• **What to do**: Filter the data for lines with the word "readonly", then copy every line so identified.

• **Data shown**:
..........

import fc from "fast-check";
import { describe, expect, it } from "vitest";
import { drawsFrom } from "../fit/consensus-line.ts";
import { distanceFrom } from "../fit/line-fit.ts";
import { type Face, jointFaces } from "../joints/joint-faces.ts";
import type { SectionPoint } from "../joints/nominal-profile.ts";
import { jointModel, SECTIONS, sliceFrom } from "../testing/joints.ts";
import { normalsFrom } from "../testing/noise.ts";
import { alongFace, type FaceSearch, faceEnd, fitFace } from "./face-fit.ts";

const RAD = Math.PI / 180;

const [surface, upright] = jointFaces(jointModel("fillet_t", SECTIONS.fillet_t)).faces as [Face, Face];

/** The upright as it is expected, looked for over its first 15 mm. */
const SEARCH: FaceSearch = {
  line: { t_mm: 0, d_mm: 0, angle_rad: 0 },
  band_mm: 2.5,
  from_mm: 0.5,
  to_mm: 15,
  seed: 7,
};

/** Points of the upright, off by `off_mm` toward the open side and turned; heights from 0.1 mm up. */
function uprightPoints(off_mm = 0, turn_deg = 0, seed = 1, spacing_mm = 0.1): SectionPoint[] {
  const normal = normalsFrom(seed);
  return Array.from({ length: Math.floor(20 / spacing_mm) }, (_, i): SectionPoint => {
    const t = 0.1 + i * spacing_mm;
    return [-off_mm - t * Math.tan(turn_deg * RAD) + 0.03 * normal(), t];
  });
}

describe("a face among other points", () => {
  it("is found where it stands, turned as it is", () => {
    const fit = fitFace(sliceFrom(uprightPoints(0.8, 3)), upright, SEARCH);
    if (!fit) throw new Error("no face");
    expect(fit.angle_rad / RAD).toBeCloseTo(3, 0);
    expect(Math.abs(distanceFrom(fit, 8, 0.8 + 8 * Math.tan(3 * RAD)))).toBeLessThan(0.012);
    expect(fit.scale_mm).toBeGreaterThan(0.02);
    expect(fit.scale_mm).toBeLessThan(0.04);
  });

  it("is not moved by spikes of a millimetre to ten, one return in eight", () => {
    const draw = drawsFrom(9);
    const spiked = uprightPoints().map(
      ([l, n], i): SectionPoint => (i % 8 === 3 ? [l - 1 - 9 * draw(), n] : [l, n]),
    );
    const fit = fitFace(sliceFrom(spiked), upright, SEARCH);
    if (!fit) throw new Error("no face");
    // u of the offset is 0.03 / √130; four of them.
    expect(Math.abs(distanceFrom(fit, 7.5, 0))).toBeLessThan(0.011);
    expect(Math.abs(fit.angle_rad)).toBeLessThan(0.0025);
  });

  it("is found among four strays in ten in every section, not only in most", () => {
    for (let seed = 1; seed <= 60; seed++) {
      const draw = drawsFrom(1000 + seed);
      const strewn = uprightPoints(1.5, 5, seed).map(
        ([l, n], i): SectionPoint => (i % 5 < 2 ? [4 * draw() - 2, n] : [l, n]),
      );
      const fit = fitFace(sliceFrom(strewn), upright, { ...SEARCH, seed });
      if (!fit) throw new Error(`no face, seed ${seed}`);
      expect(Math.abs(distanceFrom(fit, 6, 1.5 + 6 * Math.tan(5 * RAD)))).toBeLessThan(0.03);
    }
  });

  it("is not moved by a ghost of the other face, mirrored behind it and as straight as itself", () => {
    const normal = normalsFrom(4);
    // A second reflection: 30 points on a line of their own, in front of the foot.
    const ghost = Array.from(
      { length: 30 },
      (_, i): SectionPoint => [-0.5 - 0.05 * i, 0.5 + 0.05 * i + 0.02 * normal()],
    );
    const fit = fitFace(sliceFrom([...uprightPoints(), ...ghost]), upright, SEARCH);
    if (!fit) throw new Error("no face");
    expect(Math.abs(distanceFrom(fit, 7.5, 0))).toBeLessThan(0.011);
    expect(Math.abs(fit.angle_rad)).toBeLessThan(0.003);
  });

  it("is not moved by a tack over its foot", () => {
    const draw = drawsFrom(2);
    const tacked = uprightPoints().map(
      ([l, n]): SectionPoint => (n < 4 ? [n - 4 + 0.1 * draw(), n] : [l, n]),
    );
    const fit = fitFace(sliceFrom(tacked), upright, SEARCH);
    if (!fit) throw new Error("no face");
    expect(Math.abs(distanceFrom(fit, 9, 0))).toBeLessThan(0.02);
  });

  it("is the same for the same points in any order", () => {
    const points = uprightPoints(0.4, 2);
    const key = (_: SectionPoint, i: number) => (i * 7919) % points.length;
    const shuffled = points.map((point, i) => ({ point, by: key(point, i) }));
    shuffled.sort((a, b) => a.by - b.by);
    const [one, other] = [points, shuffled.map(({ point }) => point)].map((all) =>
      fitFace(sliceFrom(all), upright, SEARCH),
    );
    expect(one?.d_mm).toBeCloseTo(other?.d_mm ?? Number.NaN, 3);
    expect(one?.angle_rad).toBeCloseTo(other?.angle_rad ?? Number.NaN, 4);
  });

  it("is none of fewer than eight points", () => {
    const nine = uprightPoints(0, 0, 1, 1.5).filter(([, n]) => n > 0.5);
    expect(nine.filter(([, n]) => n < 15).length).toBe(9);
    const known = { ...SEARCH, known: { angle_rad: 0, u_rad: 0.001 } };
    expect(fitFace(sliceFrom(nine.slice(0, 7)), upright, SEARCH)).toBeNull();
    expect(fitFace(sliceFrom(nine.slice(0, 7)), upright, known)).toBeNull();
    expect(fitFace(sliceFrom(nine), upright, known)).not.toBeNull();
  });

  it("is none of points that stand square to it", () => {
    const across = Array.from({ length: 100 }, (_, i): SectionPoint => [-2 + i / 25, 6 + 0.001 * (i % 3)]);
    expect(fitFace(sliceFrom(across), upright, SEARCH)).toBeNull();
  });

  it("is looked for only in its band and its stretch", () => {
    const far = uprightPoints(4);
    expect(fitFace(sliceFrom(far), upright, SEARCH)).toBeNull();
    const short = { ...SEARCH, from_mm: 16, to_mm: 16.5 };
    expect(fitFace(sliceFrom(uprightPoints()), upright, short)).toBeNull();
  });

  it("of a known direction gives its offset, with the direction's own uncertainty", () => {
    const known = { angle_rad: 3 * RAD, u_rad: 0.004 };
    const line = { t_mm: 0, d_mm: 0.8, angle_rad: 3 * RAD };
    const few = uprightPoints(0.8, 3).filter(([, n]) => n > 3 && n < 4.5);
    const fit = fitFace(sliceFrom(few), upright, { ...SEARCH, line, known });
    if (!fit) throw new Error("no face");
    expect(fit.angle_rad).toBe(3 * RAD);
    expect(fit.scale_mm / Math.sqrt(fit.spread_mm2)).toBeCloseTo(0.004, 9);
    expect(Math.abs(distanceFrom(fit, 3.75, 0.8 + 3.75 * Math.tan(3 * RAD)))).toBeLessThan(0.035);
  });

  it("is read from its own stretch of a longer array only", () => {
    const slice = sliceFrom([...uprightPoints(5), ...uprightPoints(0.5)]);
    const fit = fitFace({ ...slice, from: 200 }, upright, SEARCH);
    expect(fit?.d_mm).toBeCloseTo(0.5, 1);
  });

  it("stands where it does, whatever its place and turn", () => {
    fc.assert(
      fc.property(
        fc.double({ min: -1.2, max: 1.2, noNaN: true }),
        fc.double({ min: -6, max: 6, noNaN: true }),
        fc.integer({ min: 1, max: 1e6 }),
        (off, turn, seed) => {
          const fit = fitFace(sliceFrom(uprightPoints(off, turn, seed)), upright, { ...SEARCH, seed });
          if (!fit) throw new Error("no face");
          const t = 6;
          // Five times the offset's standard uncertainty.
          expect(Math.abs(distanceFrom(fit, t, off + t * Math.tan(turn * RAD)))).toBeLessThan(0.016);
        },
      ),
      { seed: 11 },
    );
  });
});

describe("where a face begins", () => {
  const line = { t_mm: 0, d_mm: 0, angle_rad: 0 };
  const from = (points: SectionPoint[]) =>
    faceEnd(sliceFrom(points), surface, line, { band_mm: 0.12, from_mm: -2 });
  /** Points of plate A's surface from a distance off the root outward. */
  const plate = (begin_mm: number): SectionPoint[] =>
    Array.from({ length: 100 }, (_, i): SectionPoint => [-begin_mm - 0.1 * i, 0]);

  it("is its first point, with the spacing of its points", () => {
    const end = from(plate(0.7));
    expect(end?.t_mm).toBeCloseTo(0.7, 9);
    expect(end?.spacing_mm).toBeCloseTo(0.1, 9);
  });

  it("is not at a ghost that stands alone before it, nor at two", () => {
    expect(from([...plate(2), [-0.5, 0.02]])?.t_mm).toBeCloseTo(2, 9);
    expect(from([...plate(2.6), [-0.5, 0], [-0.6, 0]])?.t_mm).toBeCloseTo(2.6, 9);
  });

  it("is not moved by a few lost returns", () => {
    expect(from(plate(0.7).filter((_, i) => i !== 1 && i !== 3))?.t_mm).toBeCloseTo(0.7, 9);
  });

  it("is none of fewer than six points", () => {
    expect(from(plate(0.7).slice(0, 5))).toBeNull();
    expect(from(plate(0.7).slice(0, 6))?.t_mm).toBeCloseTo(0.7, 9);
  });

  it("counts points of the face's band only, in growing order", () => {
    const mixed: SectionPoint[] = [
      [-3, 0.05],
      [-1, -0.1],
      [-2, 0.2],
      [-4, 0],
    ];
    const search = { line, band_mm: 0.12, from_mm: 0, to_mm: 10 };
    expect(Array.from(alongFace(sliceFrom(mixed), surface, search), Math.round)).toEqual([1, 3, 4]);
  });
});
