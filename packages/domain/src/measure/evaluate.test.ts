import { describe, expect, it } from "vitest";
import type { ScanResult } from "../schemas/scan-result.ts";
import { JOINT_TYPES, parseSeamModel, type SeamModel } from "../schemas/seam-model.ts";
import { evaluateScan } from "./evaluate.ts";
import { drawsFrom } from "./fit/consensus-line.ts";
import { jointFaces } from "./joints/joint-faces.ts";
import type { SectionPoint } from "./joints/nominal-profile.ts";
import { rotationOf, turned, type Vector } from "./result/rotation.ts";
import type { ScanCloud } from "./scan-cloud.ts";
import { jointModel, pointsOn, SECTIONS, scanOf } from "./testing/joints.ts";
import { cloudOf, scanOfT, straightModel } from "./testing/models.ts";

const model = straightModel(60, 2);

function evaluated(of: SeamModel, cloud: ScanCloud): ScanResult {
  const outcome = evaluateScan(of, cloud);
  if (!outcome.ok) throw new Error(JSON.stringify(outcome.faults));
  return outcome.value;
}

const points = (cloud: ScanCloud): Vector[] =>
  Array.from({ length: cloud.count }, (_, k) => [
    cloud.xyz_mm[3 * k] ?? 0,
    cloud.xyz_mm[3 * k + 1] ?? 0,
    cloud.xyz_mm[3 * k + 2] ?? 0,
  ]);

const mapped = (cloud: ScanCloud, to: (p: Vector) => Vector): ScanCloud => ({
  ...cloud,
  xyz_mm: Float64Array.from(points(cloud).flatMap((p) => [...to(p)])),
});

/** A model moved as a whole, or mirrored. */
function modelMapped(
  of: SeamModel,
  point: (p: Vector) => Vector,
  direction: (v: Vector) => Vector,
): SeamModel {
  const parsed = parseSeamModel({
    ...of,
    seam: {
      ...of.seam,
      vertices: of.seam.vertices.map((vertex) => ({
        ...vertex,
        point: point(vertex.point),
        tangent: direction(vertex.tangent),
        lateral: direction(vertex.lateral),
        normal: direction(vertex.normal),
      })),
    },
  });
  if (!parsed.ok) throw new Error(JSON.stringify(parsed.faults));
  return parsed.value;
}

const laterals = (result: ScanResult) => result.stations.map((station) => station.lateral_mm ?? Number.NaN);

function expectSame(one: readonly number[], other: readonly number[], within: number): void {
  expect(one.length).toBe(other.length);
  for (const [i, value] of one.entries())
    expect(Math.abs(value - (other[i] ?? Number.NaN))).toBeLessThan(within);
}

describe("a clean scan", () => {
  const scan = scanOfT(60, { lateral_mm: (x) => 0.8 + 0.01 * x });
  const result = evaluated(model, scan);

  it("gives the deviation at every station, to hundredths of a millimetre", () => {
    expect(result.coverage.share).toBe(1);
    expectSame(
      laterals(result),
      model.seam.vertices.map(({ station_mm }) => 0.8 + 0.01 * station_mm),
      0.02,
    );
    expect(result.verdict).toBe("adapt");
  });

  it("mirrors its signs when scan and model are mirrored", () => {
    const mirror = ([x, y, z]: Vector): Vector => [x, -y, z];
    // The lateral axis is left as it was: the upright now stands on its other side.
    const mirrored = modelMapped(model, mirror, mirror);
    expectSame(laterals(evaluated(mirrored, mapped(scan, mirror))), laterals(result), 2e-3);
    const worldY = evaluated(mirrored, mapped(scan, mirror)).stations.map(
      (s) => s.root_mm?.[1] ?? Number.NaN,
    );
    expectSame(
      worldY,
      result.stations.map((s) => -(s.root_mm?.[1] ?? Number.NaN)),
      2e-3,
    );
  });

  it("states more uncertainty for a noisier scan", () => {
    const noisier = mapped(scan, ([x, y, z]) => [
      x,
      y + 0.05 * Math.sin(91 * z + x),
      z + 0.05 * Math.sin(77 * y + x),
    ]);
    const u = (of: ScanResult) => Math.max(...of.stations.map((station) => station.u_lateral_mm ?? 0));
    expect(u(evaluated(model, noisier))).toBeGreaterThan(u(result));
  });
});

describe("a scan in another frame", () => {
  const scan = scanOfT(60);
  const turn = rotationOf([0.01, -0.006, 0.02]);
  const away = (p: Vector): Vector => {
    const [x, y, z] = turned(turn, p);
    return [x + 1.2, y - 0.8, z + 0.5];
  };
  const off = mapped(scan, away);

  it("is brought back by datum points, their error told", () => {
    const places: Vector[] = [
      [0, -40, 0],
      [80, -40, 0],
      [80, 60, 10],
      [0, 60, 30],
    ];
    const datums = places.map((nominal) => ({ nominal, measured: away(nominal) }));
    const outcome = evaluateScan(model, off, { registering: { by: "datums", datums } });
    if (!outcome.ok) throw new Error(JSON.stringify(outcome.faults));
    expectSame(laterals(outcome.value), laterals(evaluated(model, scan)), 2e-3);
    expect(outcome.value.registration).toMatchObject({ by: "datums", free: [] });
    expect(outcome.value.registration?.rms_mm).toBeLessThan(1e-9);
  });

  it("is brought back by its own plates, but for the slide along the seam", () => {
    const outcome = evaluateScan(model, off, { registering: { by: "plates" } });
    if (!outcome.ok) throw new Error(JSON.stringify(outcome.faults));
    expect(outcome.value.registration).toMatchObject({ by: "plates", free: ["along_seam"] });
    for (const station of outcome.value.stations)
      if (station.measured) expect(Math.abs(station.lateral_mm ?? 9)).toBeLessThan(0.03);
  });

  it("is refused with datum points on one line", () => {
    const datums = [0, 1, 2].map((i) => ({ nominal: [i, 0, 0] as const, measured: [i, 0, 0] as const }));
    const outcome = evaluateScan(model, off, { registering: { by: "datums", datums } });
    expect(outcome.ok ? "" : outcome.faults[0]?.code).toBe("registration-undetermined");
  });
});

describe("a step of the joint", () => {
  it("stays a step: the smoothing ends at it on both sides", () => {
    const result = evaluated(model, scanOfT(60, { lateral_mm: (x) => (x < 30.5 ? 0 : 0.5) }));
    for (const { station_mm, lateral_mm, measured } of result.stations)
      if (measured) expect(lateral_mm).toBeCloseTo(station_mm < 30.5 ? 0 : 0.5, 1);
  });
});

describe("bad geometry never gives a number", () => {
  const scattered = cloudOf(
    Array.from(
      { length: 4000 },
      (_, i): Vector => [
        60 * Math.abs(Math.sin(i * 12.9898)),
        30 * Math.sin(i * 78.233),
        30 * Math.sin(i * 37.719),
      ],
    ),
  );
  it.each([
    ["no point near the seam", cloudOf(Array.from({ length: 500 }, (_, i): Vector => [i / 10, 500, 500]))],
    ["plate B missing", scanOfT(60, { only: "a" })],
    ["plate A missing", scanOfT(60, { only: "b" })],
    ["all points on one line", cloudOf(Array.from({ length: 900 }, (_, i): Vector => [i / 15, -3, 0]))],
    ["points without order", scattered],
    ["one point", cloudOf([[1, 0, 0]])],
  ])("%s: hold, with the reason, and no station measured", (_name, cloud) => {
    const result = evaluated(model, cloud);
    expect(result.verdict).toBe("hold");
    expect(result.reasons.some((reason) => reason.check === "coverage")).toBe(true);
    for (const station of result.stations) {
      expect(station.measured).toBe(false);
      expect(station.lateral_mm).toBeUndefined();
      expect(station.why).toBeDefined();
    }
    expect(result.summary.lateral_mm).toBeUndefined();
    expect(result.rigid.unobservable).toEqual(["all"]);
  });

  it("half a scan: the other half is blind, not guessed", () => {
    const all = points(scanOfT(60));
    const half = cloudOf(all.filter(([x]) => x <= 30));
    const result = evaluated(model, half);
    expect(result.verdict).toBe("hold");
    expect(
      result.stations.filter((station) => station.station_mm > 32).every((station) => !station.measured),
    ).toBe(true);
    expect(result.coverage.longest_blind_mm).toBeGreaterThanOrEqual(28);
  });

  it.each([
    ["inches", 1 / 25.4],
    ["metres", 1 / 1000],
  ])("a scan in %s that was declared as mm is refused", (_name, factor) => {
    const outcome = evaluateScan(
      model,
      mapped(scanOfT(60), ([x, y, z]) => [x * factor, y * factor, z * factor]),
    );
    expect(outcome.ok ? [] : outcome.faults.map((fault) => fault.code)).toEqual(["scan-units-implausible"]);
  });
});

describe.each(JOINT_TYPES)("a %s is never read out of what is none", (type) => {
  const joint_model = jointModel(type, SECTIONS[type], { length_mm: 40, step_mm: 2 });
  const joint = jointFaces(joint_model);
  const draw = drawsFrom(9);
  const row = (at: (t: number) => SectionPoint) => Array.from({ length: 200 }, (_, i) => at(i / 5 - 20));
  const onPlate = (plate: "a" | "b") => (_: number, index: number) =>
    pointsOn({ ...joint, faces: joint.faces.filter((face) => face.plate === plate) }, { seed: index + 1 });

  it.each<[string, (x: number, index: number) => readonly SectionPoint[]]>([
    ["plate A alone", onPlate("a")],
    ["plate B alone", onPlate("b")],
    ["a flat table", () => row((t) => [t, 0.3 + 0.02 * draw()])],
    ["a flat plate as high as the surface", () => row((t) => [t, 8 + 0.02 * draw()])],
    ["a wall", () => row((t) => [0.3 + 0.02 * draw(), t])],
    ["points without order", () => row(() => [60 * draw() - 30, 60 * draw() - 30])],
    [
      "many points without order",
      () => Array.from({ length: 2000 }, (): SectionPoint => [40 * draw() - 20, 40 * draw() - 20]),
    ],
    ["one point in each profile", () => [[-3, 0.01]]],
    ["one place all over", () => row(() => [-3, 0])],
  ])("%s", (_name, section) => {
    const result = evaluated(joint_model, scanOf(40, section));
    expect(result.stations.filter((station) => station.measured)).toEqual([]);
    expect(result.verdict).toBe("hold");
    expect(result.reasons.map((reason) => reason.check)).toContain("coverage");
  });
});
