import { type FaultList, quoted } from "../fault-list.ts";
import { PointSink } from "../point-sink.ts";
import { BLANK, DOT, utf8Text } from "../text/bytes.ts";
import { NumberRows } from "../text/number-rows.ts";
import { parseNumber } from "../text/parse-number.ts";
import type { TextRows } from "../text/text-rows.ts";
import type { PlyBody } from "./ply-body.ts";
import type { PlyElement } from "./ply-header.ts";

/** Reads an ascii body: one element a line, elements in the order of the header. */
export function readPlyAscii(
  { bytes, header, vertex, columns, scale }: PlyBody,
  faults: FaultList,
): PointSink {
  const sink = new PointSink(false);
  const source = { bytes, separator: BLANK, mark: DOT, bodyAt: header.bodyAt, bodyLine: header.lines };
  const numbers = columns.map((index) => ({
    index,
    name: vertex.properties[index]!.name,
    allows: "nan" as const,
  }));
  const rows = new NumberRows(source, numbers, null, faults);
  const places = new Int32Array(vertex.properties.length);
  for (const element of header.elements) {
    if (element.properties.length === 0) continue;
    for (let i = 0; i < element.count; i++) {
      if (faults.full) return sink;
      if (!rows.rows.next()) {
        refuseEnd(element, i, rows.rows, faults);
        return sink;
      }
      if (!placesOf(element, rows.rows, places, faults) || element !== vertex) continue;
      for (let c = 0; c < 3; c++) numbers[c]!.index = places[columns[c]!]!;
      if (!rows.read()) continue;
      if (rows.lost) sink.lose();
      else sink.add(rows.values[0]! * scale, rows.values[1]! * scale, rows.values[2]! * scale, 0);
    }
  }
  if (rows.rows.next()) refuseRest(vertex, rows.rows, faults);
  return sink;
}

/** Finds the cell of each property in a row, lists included; a row that does not fit is a fault. */
function placesOf(element: PlyElement, rows: TextRows, places: Int32Array, faults: FaultList): boolean {
  let cell = 0;
  for (let p = 0; p < element.properties.length; p++) {
    if (p < places.length) places[p] = cell;
    if (element.properties[p]!.count === null || cell >= rows.count) {
      cell++;
      continue;
    }
    const length = cell < rows.starts.length ? listLength(rows, cell) : Number.NaN;
    if (!(length >= 0)) return refuseList(element.properties[p]!.name, rows, cell, faults);
    cell += 1 + length;
  }
  if (cell === rows.count) return true;
  const code = rows.count < cell && rows.unterminated ? "file-truncated" : "file-row-invalid";
  const what = `the row of ${quoted(element.name)} has ${rows.count} numbers where ${cell} were expected`;
  faults.add(code, what, { line: rows.line });
  return false;
}

function listLength(rows: TextRows, cell: number): number {
  const length = parseNumber(rows.bytes, rows.starts[cell]!, rows.ends[cell]!, DOT);
  return Number.isInteger(length) ? length : Number.NaN;
}

function refuseList(name: string, rows: TextRows, cell: number, faults: FaultList): false {
  const found = cell < rows.starts.length ? utf8Text(rows.bytes, rows.starts[cell]!, rows.ends[cell]!) : "…";
  const what = `list ${name} begins with ${quoted(found)} where its length was expected`;
  faults.add("file-value-invalid", what, { line: rows.line, field: name });
  return false;
}

function refuseEnd({ name, count }: PlyElement, found: number, rows: TextRows, faults: FaultList): void {
  const what = `the header says ${count} of element ${quoted(name)}, the file ends after ${found}`;
  faults.add("file-truncated", what, { line: rows.line, field: name });
}

function refuseRest({ count }: PlyElement, rows: TextRows, faults: FaultList): void {
  const what = `more rows follow than the header says (vertex ${count})`;
  faults.add("file-header-invalid", what, { line: rows.line, field: "vertex" });
}
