import { MM_PER, PointSink } from "../point-sink.ts";
import type { OpenFile } from "../scan-input.ts";
import { findColumns } from "../text/column-names.ts";
import { NumberRows } from "../text/number-rows.ts";
import { rowsExpected } from "../text/rows-expected.ts";
import type { TableLayout } from "../text/table-layout.ts";
import { PoseJoin } from "./pose-join.ts";
import type { PoseSet } from "./pose-set.ts";
import { keyColumn, keyScale, type ProfileKey } from "./profile-key.ts";

/** A table of profiles whose layout is known. */
export interface ProfilesTable {
  readonly layout: TableLayout;
  readonly names: readonly string[];
  readonly key: ProfileKey;
}

const ALLOWS = ["number", "nan", "empty"] as const;

/**
 * Reads profiles (key, x, z: one row a return) and carries each return into the part frame.
 * @param poses null where they could not be read: the profiles are then only checked
 */
export function readProfiles(table: ProfilesTable, poses: PoseSet | null, file: OpenFile): PointSink {
  const { layout, names, key } = table;
  const { units, faults } = file;
  const sink = new PointSink(true);
  const wanted = [keyColumn(key), ...["x", "z"].map((base) => ({ base, isLength: true }))];
  const header = { names, units, place: { line: layout.namesLine }, noun: "column" as const };
  const found = findColumns(header, wanted, faults);
  if (found === null) return sink;
  const columns = found.map((index, i) => ({ index, name: names[index]!, allows: ALLOWS[i]! }));
  const rows = new NumberRows(layout, columns, names.length, faults);
  if (poses === null) rows.pass();
  else
    carryRows(
      rows,
      { poses, scale: MM_PER[units], keyScaled: keyScale(key, units) },
      sink,
      new PoseJoin(poses, key, faults),
    );
  return sink;
}

interface Carrier {
  readonly poses: PoseSet;
  readonly scale: number;
  readonly keyScaled: number;
}

function carryRows(
  rows: NumberRows,
  { poses, scale, keyScaled }: Carrier,
  sink: PointSink,
  join: PoseJoin,
): void {
  const { values } = rows;
  const place = () => ({ line: rows.rows.line });
  sink.reserve(rowsExpected(rows.rows.bytes, rows.rows.at));
  while (rows.next()) {
    const index = join.find(values[0]! * keyScaled, place);
    if (rows.lost) sink.lose();
    else if (index >= 0) {
      poses.carry(index, values[1]! * scale, values[2]! * scale);
      sink.add(poses.x_mm, poses.y_mm, poses.z_mm, index);
    }
  }
}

..........

• **Expected answer**:
function expectSame(one: readonly number[], other: readonly number[], within: number): void {
  it.each<[string, (x: number, index: number) => readonly SectionPoint[]]>([
  readonly layout: TableLayout;
  readonly names: readonly string[];
  readonly key: ProfileKey;
  readonly poses: PoseSet;
  readonly scale: number;
  readonly keyScaled: number;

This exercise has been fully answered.